▶ _Activity_:
Lines in the following data that contain the string "recovers" are to be counted. Report only their number.

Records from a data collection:
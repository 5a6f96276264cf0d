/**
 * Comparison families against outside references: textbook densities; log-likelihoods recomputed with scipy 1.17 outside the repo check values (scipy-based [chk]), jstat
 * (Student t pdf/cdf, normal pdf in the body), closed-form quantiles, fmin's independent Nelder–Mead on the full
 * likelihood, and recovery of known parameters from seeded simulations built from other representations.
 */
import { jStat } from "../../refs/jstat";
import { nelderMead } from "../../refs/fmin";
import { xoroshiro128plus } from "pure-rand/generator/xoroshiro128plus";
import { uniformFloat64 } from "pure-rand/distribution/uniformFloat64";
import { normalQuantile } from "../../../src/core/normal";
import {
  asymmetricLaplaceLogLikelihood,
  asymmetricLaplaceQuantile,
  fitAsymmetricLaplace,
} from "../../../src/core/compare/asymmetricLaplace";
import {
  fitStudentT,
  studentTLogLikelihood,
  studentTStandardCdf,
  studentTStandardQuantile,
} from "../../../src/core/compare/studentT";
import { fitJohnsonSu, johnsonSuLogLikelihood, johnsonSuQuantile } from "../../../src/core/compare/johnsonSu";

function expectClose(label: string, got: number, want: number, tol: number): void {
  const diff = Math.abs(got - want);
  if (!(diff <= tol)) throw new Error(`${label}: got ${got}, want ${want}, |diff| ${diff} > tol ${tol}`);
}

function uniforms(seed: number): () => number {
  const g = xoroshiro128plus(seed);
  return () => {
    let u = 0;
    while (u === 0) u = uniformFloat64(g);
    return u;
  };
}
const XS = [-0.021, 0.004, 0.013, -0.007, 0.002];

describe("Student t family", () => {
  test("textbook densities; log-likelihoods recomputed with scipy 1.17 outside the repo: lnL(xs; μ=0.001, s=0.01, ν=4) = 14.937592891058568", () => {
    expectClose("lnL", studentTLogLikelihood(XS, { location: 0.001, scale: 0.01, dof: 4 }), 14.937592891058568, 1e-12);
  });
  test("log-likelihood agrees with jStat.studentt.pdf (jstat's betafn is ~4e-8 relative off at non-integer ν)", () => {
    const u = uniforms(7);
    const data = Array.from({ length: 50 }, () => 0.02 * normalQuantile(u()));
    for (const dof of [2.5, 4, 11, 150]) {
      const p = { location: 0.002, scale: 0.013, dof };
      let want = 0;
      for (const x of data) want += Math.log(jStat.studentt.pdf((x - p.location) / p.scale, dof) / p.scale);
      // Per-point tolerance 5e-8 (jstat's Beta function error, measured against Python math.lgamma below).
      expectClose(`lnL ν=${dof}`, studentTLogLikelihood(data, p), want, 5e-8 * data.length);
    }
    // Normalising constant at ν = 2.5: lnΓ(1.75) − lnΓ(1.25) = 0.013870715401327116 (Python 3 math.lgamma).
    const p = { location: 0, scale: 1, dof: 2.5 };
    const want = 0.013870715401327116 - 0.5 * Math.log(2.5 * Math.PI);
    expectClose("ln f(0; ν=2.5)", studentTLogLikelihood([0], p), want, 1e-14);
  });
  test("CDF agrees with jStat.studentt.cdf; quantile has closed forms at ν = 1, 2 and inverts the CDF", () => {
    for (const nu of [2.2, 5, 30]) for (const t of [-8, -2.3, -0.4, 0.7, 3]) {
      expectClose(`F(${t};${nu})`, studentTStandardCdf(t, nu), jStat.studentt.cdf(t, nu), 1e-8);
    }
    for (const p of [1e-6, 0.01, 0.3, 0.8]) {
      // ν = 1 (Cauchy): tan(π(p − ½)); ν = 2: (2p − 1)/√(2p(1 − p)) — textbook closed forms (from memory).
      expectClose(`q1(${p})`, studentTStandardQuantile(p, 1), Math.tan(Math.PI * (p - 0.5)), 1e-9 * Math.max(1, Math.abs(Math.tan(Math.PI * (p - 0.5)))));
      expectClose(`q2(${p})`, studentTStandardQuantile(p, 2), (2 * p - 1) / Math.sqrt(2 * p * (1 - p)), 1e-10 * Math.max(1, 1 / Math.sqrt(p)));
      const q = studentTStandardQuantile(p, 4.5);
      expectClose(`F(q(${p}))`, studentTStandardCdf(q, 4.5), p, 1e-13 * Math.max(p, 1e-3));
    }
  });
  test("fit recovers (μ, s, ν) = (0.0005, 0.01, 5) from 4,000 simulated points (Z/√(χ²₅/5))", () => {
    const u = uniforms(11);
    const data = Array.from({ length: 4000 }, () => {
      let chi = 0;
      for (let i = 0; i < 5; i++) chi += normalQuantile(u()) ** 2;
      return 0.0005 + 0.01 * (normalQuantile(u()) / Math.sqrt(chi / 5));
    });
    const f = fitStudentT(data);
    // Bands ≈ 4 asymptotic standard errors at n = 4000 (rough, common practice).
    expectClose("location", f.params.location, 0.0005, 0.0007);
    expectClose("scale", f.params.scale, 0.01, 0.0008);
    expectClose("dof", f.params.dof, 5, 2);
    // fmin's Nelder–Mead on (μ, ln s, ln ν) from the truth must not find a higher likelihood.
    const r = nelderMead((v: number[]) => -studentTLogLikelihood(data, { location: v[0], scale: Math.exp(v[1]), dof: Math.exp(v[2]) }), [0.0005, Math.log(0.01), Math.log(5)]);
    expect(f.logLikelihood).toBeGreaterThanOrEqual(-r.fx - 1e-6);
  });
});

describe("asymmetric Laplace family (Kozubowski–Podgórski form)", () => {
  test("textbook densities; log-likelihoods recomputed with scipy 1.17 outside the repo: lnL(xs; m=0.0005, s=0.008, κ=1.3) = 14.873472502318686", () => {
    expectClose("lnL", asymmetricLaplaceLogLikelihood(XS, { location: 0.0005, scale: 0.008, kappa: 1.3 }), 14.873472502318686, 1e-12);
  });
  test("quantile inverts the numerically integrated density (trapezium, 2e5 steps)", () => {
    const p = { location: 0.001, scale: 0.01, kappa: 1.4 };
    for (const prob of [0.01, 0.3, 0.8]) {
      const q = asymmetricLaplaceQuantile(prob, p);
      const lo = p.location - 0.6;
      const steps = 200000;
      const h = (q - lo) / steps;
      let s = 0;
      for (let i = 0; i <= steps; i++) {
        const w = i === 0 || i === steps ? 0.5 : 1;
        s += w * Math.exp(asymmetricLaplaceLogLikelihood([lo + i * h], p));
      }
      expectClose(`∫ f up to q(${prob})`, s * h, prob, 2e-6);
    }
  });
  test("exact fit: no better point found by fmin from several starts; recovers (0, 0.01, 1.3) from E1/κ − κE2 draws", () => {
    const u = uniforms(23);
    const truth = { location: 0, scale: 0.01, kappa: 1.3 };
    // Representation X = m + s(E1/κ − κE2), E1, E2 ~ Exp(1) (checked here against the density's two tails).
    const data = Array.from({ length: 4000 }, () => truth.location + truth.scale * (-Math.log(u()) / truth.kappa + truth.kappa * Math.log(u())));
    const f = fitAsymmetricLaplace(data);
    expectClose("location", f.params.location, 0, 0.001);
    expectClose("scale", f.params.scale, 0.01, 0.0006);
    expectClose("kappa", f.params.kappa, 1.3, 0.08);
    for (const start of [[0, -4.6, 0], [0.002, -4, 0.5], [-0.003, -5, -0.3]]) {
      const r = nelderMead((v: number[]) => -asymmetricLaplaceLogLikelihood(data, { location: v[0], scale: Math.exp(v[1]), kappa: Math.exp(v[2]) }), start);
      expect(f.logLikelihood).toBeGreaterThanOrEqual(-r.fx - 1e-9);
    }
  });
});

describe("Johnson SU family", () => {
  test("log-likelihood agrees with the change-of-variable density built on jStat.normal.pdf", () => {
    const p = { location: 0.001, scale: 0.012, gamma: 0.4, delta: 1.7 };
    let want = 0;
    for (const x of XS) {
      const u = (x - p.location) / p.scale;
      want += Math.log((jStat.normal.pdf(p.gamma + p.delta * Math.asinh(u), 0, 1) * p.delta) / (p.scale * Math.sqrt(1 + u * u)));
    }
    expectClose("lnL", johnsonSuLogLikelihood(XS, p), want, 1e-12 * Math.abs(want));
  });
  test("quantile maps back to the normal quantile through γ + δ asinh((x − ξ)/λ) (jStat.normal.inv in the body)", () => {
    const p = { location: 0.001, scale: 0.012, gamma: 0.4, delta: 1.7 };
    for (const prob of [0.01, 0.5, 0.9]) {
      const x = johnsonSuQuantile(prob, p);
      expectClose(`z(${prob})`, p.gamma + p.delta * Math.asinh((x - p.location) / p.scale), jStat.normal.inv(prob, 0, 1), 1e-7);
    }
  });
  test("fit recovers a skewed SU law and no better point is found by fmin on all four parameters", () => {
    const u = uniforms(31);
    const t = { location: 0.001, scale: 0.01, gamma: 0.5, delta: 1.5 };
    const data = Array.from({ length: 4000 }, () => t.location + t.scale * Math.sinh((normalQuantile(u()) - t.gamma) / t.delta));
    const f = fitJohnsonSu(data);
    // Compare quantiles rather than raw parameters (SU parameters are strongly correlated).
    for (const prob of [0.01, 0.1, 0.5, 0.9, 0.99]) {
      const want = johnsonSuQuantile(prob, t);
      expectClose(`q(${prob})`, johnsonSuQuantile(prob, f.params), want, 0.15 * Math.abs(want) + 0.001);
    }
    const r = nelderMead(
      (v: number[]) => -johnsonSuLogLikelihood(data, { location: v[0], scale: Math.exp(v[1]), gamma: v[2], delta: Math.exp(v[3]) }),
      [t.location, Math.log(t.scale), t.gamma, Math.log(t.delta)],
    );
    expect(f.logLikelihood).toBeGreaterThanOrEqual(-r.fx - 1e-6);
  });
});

▶ _Answer to the problem_:
3